──────── Material for the task
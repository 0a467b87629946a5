import type { InputHTMLAttributes, Ref } from "react";
import { cn } from "./cn";
import { controlClasses, controlSizes, type ControlSize } from "./control-styles";

export type InputProps = Omit<InputHTMLAttributes<HTMLInputElement>, "size"> & {
  size?: ControlSize;
  /** Renders figures in the mono face with tabular numerals (numbers, seeds, keys). */
  mono?: boolean;
  ref?: Ref<HTMLInputElement>;
};

/** Single-line text input. Wrap in <Field> to get a label, hint and error. */
export function Input({ size = "md", mono, className, ...rest }: InputProps) {
  return (
    <input
      className={cn(
        controlClasses,
        "read-only:bg-surface-2",
        controlSizes[size],
        mono && "figures text-[13px]",
        className,
      )}
      {...rest}
    />
  );
}
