/**
 * Security headers and the cross-site server-action check (proxy.ts). The
 * policy follows the nonce-based strict CSP of the OWASP Content Security
 * Policy Cheat Sheet and the header set of the OWASP HTTP Headers Cheat Sheet
 * (nosniff, frame denial, referrer policy, permissions policy, HSTS on https).
 */
import { NextRequest } from "next/server";
import { describe, expect, it } from "vitest";
import { proxy } from "@/proxy";
import {
  baseSecurityHeaders,
  contentSecurityPolicy,
  isForeignOriginAction,
} from "@/lib/security/headers";

const directives = (csp: string) =>
  new Map(
    csp.split(";").map((d) => {
      const [name, ...values] = d.trim().split(/\s+/);
      return [name, values] as const;
    }),
  );

describe("content security policy", () => {
  it("production: scripts only by nonce, no eval, no inline script, never framed", () => {
    const csp = directives(contentSecurityPolicy("abc123", { development: false, https: false }));
    expect(csp.get("script-src")).toEqual(["'self'", "'nonce-abc123'", "'strict-dynamic'"]);
    expect(csp.get("script-src")).not.toContain("'unsafe-eval'");
    expect(csp.get("script-src")).not.toContain("'unsafe-inline'");
    expect(csp.get("frame-ancestors")).toEqual(["'none'"]);
    expect(csp.get("object-src")).toEqual(["'none'"]);
    expect(csp.get("base-uri")).toEqual(["'self'"]);
    expect(csp.has("upgrade-insecure-requests")).toBe(false);
  });

  it("development adds eval for the dev server only; https adds upgrade-insecure-requests", () => {
    expect(
      directives(contentSecurityPolicy("n", { development: true, https: false })).get("script-src"),
    ).toContain("'unsafe-eval'");
    expect(
      directives(contentSecurityPolicy("n", { development: false, https: true })).has(
        "upgrade-insecure-requests",
      ),
    ).toBe(true);
  });

  it("HSTS only over https", () => {
    expect(
      baseSecurityHeaders({ development: false, https: false })["strict-transport-security"],
    ).toBeUndefined();
    expect(
      baseSecurityHeaders({ development: false, https: true })["strict-transport-security"],
    ).toMatch(/^max-age=\d{8}; includeSubDomains$/);
  });
});

describe("proxy", () => {
  const page = () => proxy(new NextRequest("http://localhost:3000/app/runs"));

  it("gives every page a fresh nonce in its CSP and passes it to the render", () => {
    const [a, b] = [page(), page()];
    const nonceOf = (res: Response) =>
      /'nonce-([^']+)'/.exec(res.headers.get("content-security-policy") ?? "")?.[1];
    expect(nonceOf(a)).toMatch(/^[A-Za-z0-9+/=]{22,}$/);
    expect(nonceOf(a)).not.toBe(nonceOf(b));
    expect(a.headers.get("x-middleware-request-x-nonce")).toBe(nonceOf(a));
    for (const name of [
      "x-content-type-options",
      "x-frame-options",
      "referrer-policy",
      "permissions-policy",
    ]) {
      expect(a.headers.get(name), name).toBeTruthy();
    }
  });

  it("API answers get a policy that allows nothing", () => {
    const res = proxy(new NextRequest("http://localhost:3000/api/v1/usage"));
    expect(res.headers.get("content-security-policy")).toBe(
      "default-src 'none'; frame-ancestors 'none'",
    );
    expect(res.headers.get("x-content-type-options")).toBe("nosniff");
  });

  it("answers 403 problem+json to a server action posted from another site", async () => {
    const res = proxy(
      new NextRequest("http://localhost:3000/app/members", {
        method: "POST",
        headers: { "next-action": "7f00", origin: "https://evil.example", host: "localhost:3000" },
      }),
    );
    expect(res.status).toBe(403);
    expect(res.headers.get("content-type")).toBe("application/problem+json");
    expect(await res.json()).toMatchObject({ type: "/problems/forbidden", status: 403 });
  });

  it("lets same-site actions through", () => {
    const res = proxy(
      new NextRequest("http://localhost:3000/app/members", {
        method: "POST",
        headers: { "next-action": "7f00", origin: "http://localhost:3000", host: "localhost:3000" },
      }),
    );
    expect(res.status).toBe(200);
    expect(res.headers.get("x-middleware-next")).toBe("1");
  });
});

describe("isForeignOriginAction", () => {
  const h = (headers: Record<string, string>) =>
    new Headers({ "next-action": "x", host: "app.example", ...headers });
  it.each([
    ["another site", { origin: "https://evil.example" }, true],
    ["a look-alike port", { origin: "https://app.example:8443" }, true],
    ["the opaque null origin", { origin: "null" }, true],
    ["the same site", { origin: "https://app.example" }, false],
    ["no Origin (not a browser page)", {}, false],
  ])("%s → %s", (_label, headers, expected) => {
    expect(isForeignOriginAction("POST", h(headers))).toBe(expected);
  });
  it("ignores GETs and non-action POSTs", () => {
    expect(isForeignOriginAction("GET", h({ origin: "https://evil.example" }))).toBe(false);
    expect(
      isForeignOriginAction(
        "POST",
        new Headers({ origin: "https://evil.example", host: "app.example" }),
      ),
    ).toBe(false);
  });
});
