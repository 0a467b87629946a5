import type { ReactNode } from "react";
import { cn } from "./cn";

/**
 * What a list or panel shows when it has nothing yet: a quiet glyph, a title that says
 * what is missing, one sentence on how to get it, and the action that does.
 */
export function EmptyState({
  title,
  description,
  action,
  icon,
  className,
}: {
  title: ReactNode;
  description?: ReactNode;
  action?: ReactNode;
  icon?: ReactNode;
  className?: string;
}) {
  return (
    <div
      className={cn(
        "flex flex-col items-center justify-center rounded-lg border border-dashed border-line-strong/80 px-6 py-12 text-center",
        className,
      )}
    >
      <div
        aria-hidden
        className="mb-3 flex size-10 items-center justify-center rounded-full bg-surface-2 text-ink-3"
      >
        {icon ?? (
          <svg
            viewBox="0 0 24 24"
            className="size-5"
            fill="none"
            stroke="currentColor"
            strokeWidth="1.5"
          >
            <path d="M7 5v14M15 6l5 6-5 6" strokeLinecap="round" strokeLinejoin="round" />
            <circle cx="12" cy="12" r="1.6" fill="currentColor" stroke="none" />
          </svg>
        )}
      </div>
      <p className="text-sm font-semibold text-ink">{title}</p>
      {description ? (
        <p className="mt-1 max-w-sm text-[13px] leading-5 text-ink-2">{description}</p>
      ) : null}
      {action ? <div className="mt-4 flex flex-wrap justify-center gap-2">{action}</div> : null}
    </div>
  );
}
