import type { ReactNode } from "react";
import { cn } from "./cn";
import { IconError, IconInfo, IconSuccess, IconWarning } from "./icons";

export type AlertTone = "info" | "warning" | "error" | "success" | "neutral";

const tones: Record<AlertTone, { box: string; icon: string; Icon: typeof IconInfo }> = {
  info: { box: "border-info/30 bg-info-soft", icon: "text-info", Icon: IconInfo },
  warning: { box: "border-warn/35 bg-warn-soft", icon: "text-warn", Icon: IconWarning },
  error: { box: "border-danger/35 bg-danger-soft", icon: "text-danger", Icon: IconError },
  success: { box: "border-ok/30 bg-ok-soft", icon: "text-ok", Icon: IconSuccess },
  neutral: { box: "border-line bg-surface-2", icon: "text-ink-2", Icon: IconInfo },
};

export type AlertProps = {
  tone?: AlertTone;
  title?: ReactNode;
  children?: ReactNode;
  /** Buttons/links shown under the text. */
  actions?: ReactNode;
  className?: string;
  /** "alert" interrupts screen readers (use for errors that just appeared); default "note" is passive. */
  role?: "alert" | "status" | "note";
  compact?: boolean;
};

/** A callout: icon, optional title, text, optional actions. */
export function Alert({
  tone = "info",
  title,
  children,
  actions,
  className,
  role = "note",
  compact,
}: AlertProps) {
  const t = tones[tone];
  return (
    <div
      role={role}
      className={cn(
        "flex gap-3 rounded-lg border text-ink",
        compact ? "px-3 py-2 text-[13px]" : "px-4 py-3 text-sm",
        t.box,
        className,
      )}
    >
      <t.Icon className={cn("mt-0.5 size-4 shrink-0", t.icon)} />
      <div className="grid min-w-0 gap-1 leading-relaxed">
        {title ? <p className="font-semibold">{title}</p> : null}
        {children ? (
          <div className="text-ink-2 [&_a]:font-medium [&_a]:text-ink [&_a]:underline">
            {children}
          </div>
        ) : null}
        {actions ? <div className="mt-1.5 flex flex-wrap gap-2">{actions}</div> : null}
      </div>
    </div>
  );
}

/**
 * The standing caution shown wherever Ketwise prints simulated or noise-model values.
 * `variant="inline"` is a single muted line for footers of result panels.
 */
export function SimulationCaution({
  variant = "callout",
  className,
}: {
  variant?: "callout" | "inline";
  className?: string;
}) {
  const text = (
    <>
      Simulated values are not device measurements. Noise models are idealised: real hardware
      drifts, has correlated and leaking errors, and crosstalk that no model here captures.
    </>
  );
  if (variant === "inline") {
    return (
      <p className={cn("flex items-start gap-1.5 text-xs leading-5 text-ink-3", className)}>
        <IconInfo className="mt-0.5 size-3.5 shrink-0" />
        <span>{text}</span>
      </p>
    );
  }
  return (
    <Alert tone="warning" title="Simulation, not a measurement" className={className}>
      {text}
    </Alert>
  );
}
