/**
 * A noise profile: a name and the engine's own noise model (lib/quantum/schemas.ts,
 * strict: probabilities in [0, 1], unknown fields rejected). Shared by the new-run form’s
 * server actions and their tests.
 */
import { z } from "zod";
import { noiseModelSchema } from "@/lib/quantum/schemas";
import { nameSchema } from "@/lib/validation/names";

export const NOISE_PROFILE_NAME_MAX = 80;
/** Profiles an organisation may keep (a picker, not a database). */
export const MAX_NOISE_PROFILES = 50;

export const noiseProfileInputSchema = z.strictObject({
  name: nameSchema({
    max: NOISE_PROFILE_NAME_MAX,
    empty: "give the profile a name",
    tooLong: `at most ${NOISE_PROFILE_NAME_MAX} characters`,
  }),
  noise: noiseModelSchema,
});

export type NoiseProfileInput = z.infer<typeof noiseProfileInputSchema>;

/** Which profile to delete. */
export const noiseProfileIdSchema = z.strictObject({ id: z.uuid("not a profile id") });

export type NoiseProfileView = {
  id: string;
  name: string;
  noise: NoiseProfileInput["noise"];
  updatedAt: string;
};
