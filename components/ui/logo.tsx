import { cn } from "./cn";

/**
 * The Ketwise mark: a ket |•⟩ (bar, state, closing angle) on a verdigris tile.
 * Decorative by default; pass `title` to give it an accessible name.
 */
export function LogoMark({ className, title }: { className?: string; title?: string }) {
  return (
    <svg
      viewBox="0 0 32 32"
      className={cn("size-7 shrink-0", className)}
      role={title ? "img" : undefined}
      aria-hidden={title ? undefined : true}
      aria-label={title}
    >
      <rect width="32" height="32" rx="7" className="fill-accent" />
      <path
        d="M9.5 8v16M17.5 8.5 24 16l-6.5 7.5"
        className="stroke-on-accent"
        fill="none"
        strokeWidth="2.6"
        strokeLinecap="round"
        strokeLinejoin="round"
      />
      <circle cx="16.25" cy="16" r="2.35" className="fill-on-accent" />
    </svg>
  );
}

/** Mark + lower-case wordmark. The wordmark is the accessible name. */
export function Logo({ className, size = "md" }: { className?: string; size?: "sm" | "md" }) {
  return (
    <span className={cn("inline-flex items-center gap-2", className)}>
      <LogoMark className={size === "sm" ? "size-6" : "size-7"} />
      <span
        className={cn(
          "font-semibold tracking-[-0.02em] text-ink",
          size === "sm" ? "text-[15px]" : "text-[17px]",
        )}
      >
        ketwise
      </span>
    </span>
  );
}
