import { cn } from "./cn";
import { formatCompact, formatPercent } from "@/lib/format";

/**
 * Usage against a quota (ARIA role "meter"). The bar turns amber from `warnAt` (default
 * 80 %) and when exactly full, red only over the limit, where the overflow is stated in
 * text (exactly full is said as such: full is not over).
 * `limit` null or Infinity = unlimited.
 */
export function Meter({
  label,
  used,
  limit,
  unit,
  format = formatCompact,
  warnAt = 0.8,
  hint,
  className,
}: {
  label: string;
  used: number;
  limit: number | null;
  unit?: string;
  format?: (n: number) => string;
  warnAt?: number;
  hint?: string;
  className?: string;
}) {
  const unlimited = limit === null || !Number.isFinite(limit) || limit <= 0;
  const ratio = unlimited ? 0 : used / (limit as number);
  // exactly at the limit is "full", not over: nothing beyond the included quota is used
  const state = unlimited
    ? "ok"
    : used > (limit as number)
      ? "over"
      : used === limit
        ? "full"
        : ratio >= warnAt
          ? "warn"
          : "ok";
  const fill =
    state === "over"
      ? "bg-danger"
      : state === "warn" || state === "full"
        ? "bg-warn-fill"
        : "bg-accent";
  const u = unit ? ` ${unit}` : "";
  const valueText = unlimited
    ? `${format(used)}${u} used, no limit`
    : `${format(used)} of ${format(limit as number)}${u} (${formatPercent(ratio)})`;
  return (
    <div className={cn("grid gap-1.5", className)}>
      <div className="flex items-baseline justify-between gap-3 text-[13px]">
        <span className="font-medium text-ink">{label}</span>
        <span className="figures text-xs text-ink-2">
          <span className={cn(state === "over" ? "text-danger" : "text-ink")}>{format(used)}</span>
          {unlimited ? null : <span> / {format(limit as number)}</span>}
          {u}
        </span>
      </div>
      <div
        role="meter"
        aria-label={label}
        aria-valuemin={0}
        aria-valuemax={unlimited ? undefined : (limit as number)}
        aria-valuenow={used}
        aria-valuetext={valueText}
        className="h-1.5 overflow-hidden rounded-full bg-surface-3"
      >
        <div
          className={cn("h-full rounded-full", fill)}
          style={{ width: `${Math.min(100, ratio * 100)}%` }}
        />
      </div>
      {state === "over" ? (
        <p className="text-xs text-danger">
          Over the included quota by {format(used - (limit as number))}
          {u}.
        </p>
      ) : state === "full" ? (
        <p className="text-xs text-ink-2">
          All {format(limit as number)}
          {u} included in use; the next one goes over the quota.
        </p>
      ) : hint ? (
        <p className="text-xs text-ink-3">{hint}</p>
      ) : null}
    </div>
  );
}
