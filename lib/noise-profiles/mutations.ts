/**
 * Writes of noise profiles. Saving under an existing name replaces that profile's noise
 * model (this is how a profile is edited); a new name adds one, up to MAX_NOISE_PROFILES.
 */
import "server-only";
import { and, count, eq } from "drizzle-orm";
import { db } from "@/db";
import { noiseProfiles } from "@/db/schema";
import { conflict } from "@/lib/api/problem";
import { isDuplicateKey } from "@/lib/runs/mutations";
import { MAX_NOISE_PROFILES, type NoiseProfileInput } from "./schemas";

export async function saveNoiseProfile(
  orgId: string,
  userId: string,
  input: NoiseProfileInput,
): Promise<{ created: boolean }> {
  try {
    return await upsert(orgId, userId, input);
  } catch (error) {
    // Two saves of a new name at the same moment: the unique key keeps one.
    if (isDuplicateKey(error))
      throw conflict(
        `A profile named "${input.name}" was just saved by someone else; save again to replace it.`,
      );
    throw error;
  }
}

function upsert(
  orgId: string,
  userId: string,
  input: NoiseProfileInput,
): Promise<{ created: boolean }> {
  return db.transaction(async (tx) => {
    const [existing] = await tx
      .select({ id: noiseProfiles.id })
      .from(noiseProfiles)
      .where(and(eq(noiseProfiles.orgId, orgId), eq(noiseProfiles.name, input.name)))
      .for("update");
    if (existing) {
      await tx
        .update(noiseProfiles)
        .set({ noise: input.noise })
        .where(eq(noiseProfiles.id, existing.id));
      return { created: false };
    }
    const [{ n }] = await tx
      .select({ n: count() })
      .from(noiseProfiles)
      .where(eq(noiseProfiles.orgId, orgId));
    if (n >= MAX_NOISE_PROFILES) {
      throw conflict(
        `This organisation already keeps ${MAX_NOISE_PROFILES} noise profiles; delete one first.`,
      );
    }
    await tx
      .insert(noiseProfiles)
      .values({ orgId, createdByUserId: userId, name: input.name, noise: input.noise });
    return { created: true };
  });
}

export async function deleteNoiseProfile(orgId: string, id: string): Promise<boolean> {
  const [result] = await db
    .delete(noiseProfiles)
    .where(and(eq(noiseProfiles.orgId, orgId), eq(noiseProfiles.id, id)));
  return result.affectedRows > 0;
}
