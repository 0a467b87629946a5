"use client";

import { useFormStatus } from "react-dom";
import { Button, type ButtonProps } from "./button";

/**
 * A submit button that shows its loading state while the enclosing <form action={…}>
 * is pending (React's useFormStatus). Same props as Button.
 */
export function SubmitButton({ loading, ...props }: ButtonProps) {
  const { pending } = useFormStatus();
  return <Button type="submit" loading={pending || loading} {...props} />;
}
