"use client";

import { useId, useRef, useState, type ReactNode } from "react";
import { cn } from "./cn";

export type TabItem = { id: string; label: ReactNode; content: ReactNode; disabled?: boolean };

/**
 * Tabs (WAI-ARIA tabs pattern, automatic activation): ←/→ move and select, Home/End jump,
 * only the selected tab is in the tab order; panels are labelled by their tab.
 * Controlled (`value` + `onValueChange`) or uncontrolled (`defaultValue`).
 */
export function Tabs({
  items,
  value,
  defaultValue,
  onValueChange,
  label,
  className,
  variant = "underline",
}: {
  items: TabItem[];
  value?: string;
  defaultValue?: string;
  onValueChange?: (id: string) => void;
  /** Accessible name of the tab list. */
  label: string;
  className?: string;
  variant?: "underline" | "segmented";
}) {
  const base = useId();
  const [inner, setInner] = useState(defaultValue ?? items[0]?.id);
  const selected = value ?? inner;
  const refs = useRef<Record<string, HTMLButtonElement | null>>({});
  const enabled = items.filter((i) => !i.disabled);

  const select = (id: string, focus = false) => {
    if (value === undefined) setInner(id);
    onValueChange?.(id);
    if (focus) refs.current[id]?.focus();
  };

  const onKey = (e: React.KeyboardEvent) => {
    const i = enabled.findIndex((t) => t.id === selected);
    let next: number | null = null;
    if (e.key === "ArrowRight") next = (i + 1) % enabled.length;
    else if (e.key === "ArrowLeft") next = (i - 1 + enabled.length) % enabled.length;
    else if (e.key === "Home") next = 0;
    else if (e.key === "End") next = enabled.length - 1;
    if (next !== null) {
      e.preventDefault();
      select(enabled[next].id, true);
    }
  };

  return (
    <div className={className}>
      <div
        role="tablist"
        aria-label={label}
        onKeyDown={onKey}
        className={cn(
          "flex gap-1",
          variant === "underline"
            ? "border-b border-line"
            : "inline-flex rounded-lg border border-line bg-surface-2 p-0.5",
        )}
      >
        {items.map((t) => {
          const on = t.id === selected;
          return (
            <button
              key={t.id}
              ref={(el) => {
                refs.current[t.id] = el;
              }}
              type="button"
              role="tab"
              id={`${base}-tab-${t.id}`}
              aria-selected={on}
              aria-controls={`${base}-panel-${t.id}`}
              tabIndex={on ? 0 : -1}
              disabled={t.disabled}
              onClick={() => select(t.id)}
              className={cn(
                "inline-flex items-center gap-1.5 text-[13.5px] font-medium whitespace-nowrap transition-colors disabled:opacity-50",
                variant === "underline"
                  ? cn(
                      "-mb-px h-9 border-b-2 px-2.5",
                      on
                        ? "border-accent text-ink"
                        : "border-transparent text-ink-2 hover:border-line-strong hover:text-ink",
                    )
                  : cn(
                      "h-7 rounded-md px-3",
                      on ? "bg-surface text-ink shadow-card" : "text-ink-2 hover:text-ink",
                    ),
              )}
            >
              {t.label}
            </button>
          );
        })}
      </div>
      {items.map((t) => (
        <div
          key={t.id}
          role="tabpanel"
          id={`${base}-panel-${t.id}`}
          aria-labelledby={`${base}-tab-${t.id}`}
          hidden={t.id !== selected}
          tabIndex={0}
          className="pt-4 outline-none focus-visible:rounded-md focus-visible:outline-2 focus-visible:outline-focus"
        >
          {t.content}
        </div>
      ))}
    </div>
  );
}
────────────────
Exercise prompt:
Whichever lines of the records above hold the word "noiseProfileInputSchema" should all be copied out.

Written response:
export const noiseProfileInputSchema = z.strictObject({
export type NoiseProfileInput = z.infer<typeof noiseProfileInputSchema>;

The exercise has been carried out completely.